Research by Anna Stansbury at the Peterson Institute for International Economics: “To what extent do US firms have an incentive to comply with the Fair Labor Standards Act (FLSA) and the National Labor Relations Act (NLRA)? Stansbury examines this question through a simple comparison of the expected costs of noncompliance (in terms of legal sanctions) to the profits firms can earn through noncompliance. In the case of the FLSA minimum wage and overtime provisions, typical willful violators are required to pay back wages owed and in some cases additional penalties, if detected by the Department of Labor (DOL). Based on available data on the penalties levied, a typical firm would need to expect a chance of at least 78-88 percent that its violation would be detected in order to have an incentive to comply with the FLSA. In practice, the probability of detection many firms can expect to face is likely much lower than this.
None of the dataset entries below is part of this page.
package loop

import (
	"context"
	"fmt"
	"math"
	"math/rand/v2"
	"sync/atomic"

	"github.com/fadeloop/fadeloop/fading"
)

// replication is the state of one replication.
type replication struct {
	sh   *shared
	r    int
	seed uint64
	pool *genPool
	n    int
	blk  int
	rs   int // row stride of the generated buffers: blk padded so rows do not alias in the caches
	gen  []userGen
	bufs [2]genBuf
	pc   fading.PlanCache // interpolation plans of the tasks this replication's goroutine runs (genPool.help)

	bank *bank
	rx   []float64
	sir  []float64
	meas []float64
	gcol []float64 // this slot's gains
	arow []uint8
	crow []uint8

	// ideal mode
	idK     []float64
	idFixed []bool

	// blocks
	effAcc []float64
	effN   []int32
	// effFused counts the fused slots of the current block: every user
	// had one more slot in its accumulator than effN says.
	effFused int32
	blkRand  []*rand.Rand
	blockB   int64
	blkLeft  int64 // slots left in the current block

	col    *collector
	inputs slotInputs // the slices col reads each slot

	trace    *tracer
	idealBad int64 // slots where the joint ideal solution was infeasible
}

func newReplication(sh *shared, r int, pool *genPool, topt TraceOptions) (*replication, error) {
	sc := sh.sc
	n := sh.n
	rp := &replication{sh: sh, r: r, seed: repSeed(sc.Run.Seed, r), pool: pool, n: n, blk: genBlockSlotsFor(n)}
	if sh.total < int64(rp.blk) {
		rp.blk = int(sh.total)
	}
	rp.rs = padStride(rp.blk, 8)
	anyAct, anyMerr, anyCerr := false, sc.Receiver.SIREstimationErrorDB > 0, sc.InnerLoop.Mode == InnerModeClosedLoop && sc.InnerLoop.CommandErrorProb > 0
	levels := 2
	if sc.InnerLoop.Command == CommandMultiLevel {
		levels = len(sc.InnerLoop.LevelsDB)
	}
	rp.gen = make([]userGen, n)
	for u := 0; u < n; u++ {
		ui := sh.users[u]
		g := sc.Groups[ui.group]
		ug := &rp.gen[u]
		switch {
		case sh.hk != nil && sh.hk.static != nil:
			ug.src, ug.plLin = constGain(sh.hk.static[u]), 1
		case sh.hk != nil && sh.hk.matrix != nil:
			ug.src, ug.plLin = constGain(1), 1
		default:
			cfg := fading.ChannelConfig{
				DopplerHz:    ui.dopplerHz,
				SampleRateHz: sh.rateHz,
				Profile:      sh.profile[ui.group],
				RicianKDB:    groupRicianKDB(sc, ui.group),
				LOS:          g.LOS,
				Generator:    fading.Generator(int(g.Generator) - 1),
				Sinusoids:    g.Sinusoids,
			}
			if g.LOS {
				cfg.LOSAngleRad = 2*math.Pi*fading.NewStream(rp.seed, u, 0, streamLOSAngle).Float64() - math.Pi
			}
			ch, err := fading.NewChannel(cfg, rp.seed, u)
			if err != nil {
				return nil, fmt.Errorf("user %d channel: %w", u, err)
			}
			ug.src = ch
			ug.plLin = dbToLin(-ui.pathLossDB) * groupCapturedLin(sc, ui.group)
			if g.ShadowingSigmaDB > 0 {
				s, err := fading.NewShadowing(fading.ShadowingConfig{SigmaDB: g.ShadowingSigmaDB, DecorrelationM: g.ShadowingDecorrelationM,
					SpeedMps: ui.speedKmh / 3.6, SamplePeriodS: 1 / sh.rateHz}, fading.NewStream(rp.seed, u, 0, fading.StreamShadowing))
				if err != nil {
					return nil, fmt.Errorf("user %d shadowing: %w", u, err)
				}
				ug.shadow = s
				ug.shDB = make([]float64, rp.blk)
			}
		}
		if g.ActivityFactor < 1 {
			anyAct = true
			ug.actRand = fading.NewStream(rp.seed, u, 0, streamActivity)
			ug.qOn = 1 / g.MeanBurstSlots
			ug.qOff = 1 / (g.MeanBurstSlots * (1 - g.ActivityFactor) / g.ActivityFactor)
			ug.actOn = ug.actRand.Float64() < g.ActivityFactor
			ug.actLeft = -1
		}
		if anyMerr {
			ug.measRand = fading.NewStream(rp.seed, u, 0, streamMeasErr)
			ug.sigmaLn = sc.Receiver.SIREstimationErrorDB * math.Ln10 / 10
		}
		if anyCerr {
			ug.cmdRand = fading.NewStream(rp.seed, u, 0, streamCmdErr)
			ug.cmdP = sc.InnerLoop.CommandErrorProb
			ug.levels = levels
		}
	}
	for i := range rp.bufs {
		b := &rp.bufs[i]
		b.gain = make([]float64, n*rp.rs)
		if anyAct {
			b.act = make([]uint8, n*rp.rs)
		}
		if anyMerr {
			b.merr = make([]float64, n*rp.rs)
		}
		if anyCerr {
			b.cerr = make([]uint8, n*rp.rs)
		}
	}
	rp.bank = newBank(n, sc.InnerLoop, sc.OuterLoop, sc.Receiver.SIRAveragingSlots, sh.initP)
	rp.rx = make([]float64, n)
	rp.sir = make([]float64, n)
	rp.meas = make([]float64, n)
	rp.gcol = make([]float64, n)
	if anyAct {
		rp.arow = make([]uint8, n)
	}
	if anyCerr {
		rp.crow = make([]uint8, n)
	}
	if sc.InnerLoop.Mode == InnerModeIdeal {
		rp.idK = make([]float64, n)
		rp.idFixed = make([]bool, n)
	}
	rp.effAcc = make([]float64, n)
	rp.effN = make([]int32, n)
	rp.blkRand = make([]*rand.Rand, n)
	for u := range rp.blkRand {
		rp.blkRand[u] = fading.NewStream(rp.seed, u, 0, streamBlock)
	}
	rp.blockB = int64(sc.OuterLoop.BlockSlots)
	rp.blkLeft = rp.blockB
	rp.col = newCollector(sh)
	rp.inputs = slotInputs{sirLin: rp.sir, invTarget: rp.bank.invTarget, powerMW: rp.bank.p, receivedMW: rp.rx,
		effSIRSum: rp.effAcc, effSIRCount: rp.effN, maxPowerMW: rp.bank.pmax}
	if r == 0 && len(topt.Users) > 0 {
		rp.trace = newTracer(topt, sh.total)
	}
	return rp, nil
}

// run simulates the replication slot by slot. Block b+1 is generated (in
// parallel across users) while the loop runs block b; a user's channel is
// only ever advanced by one task at a time, in block order.
func (rp *replication) run(ctx context.Context, done *atomic.Int64) (*repResult, error) {
	blk := int64(rp.blk)
	rp.schedule(&rp.bufs[0], 0)
	rp.pool.help(&rp.pc)
	rp.bufs[0].wg.Wait()
	err := rp.pool.err()
	for b := 0; err == nil; b++ {
		cur, nxt := &rp.bufs[b&1], &rp.bufs[(b+1)&1]
		if cur.len == 0 {
			break
		}
		rp.schedule(nxt, cur.t0+blk)
		if err = ctx.Err(); err != nil {
			nxt.wg.Wait()
			break
		}
		rp.runBlock(cur)
		done.Add(int64(rp.n) * int64(cur.len))
		rp.pool.help(&rp.pc)
		nxt.wg.Wait()
		err = rp.pool.err()
	}
	if err != nil {
		return nil, err
	}
	res := rp.col.result()
	if rp.sh.pool != nil {
		rp.sh.pool.addCollector(rp.col)
	}
	res.idealBad = rp.idealBad
	res.targetDB = append([]float64(nil), rp.bank.targetDB...)
	if rp.trace != nil {
		res.traces = rp.trace.out
		res.traceCut = rp.trace.truncated
	}
	return res, nil
}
In the case of the NLRA, a firm that fires a worker illegally is required to reinstate the worker with back pay if the violation is detected. Based on empirical estimates of the effect of unionization on firm profits, a typical firm may have an incentive to fire a worker illegally for union activities if this illegal firing would reduce the likelihood of unionization at the firm by as little as 0.15-2 percent. These analyses illustrate that neither the FLSA nor the NLRA penalty and enforcement regimes create sufficient incentive to comply for many firms. In this context, the substantial evidence of minimum wage and overtime violations, and of illegal employer behavior toward unions, is not surprising.” It would be fascinating to see a similar analysis of the Fair Work Ombudsman’s time and wages enforcement, and of the Fair Work Commission’s adverse action decisions. I can’t imagine our toothless tigers would fare much better.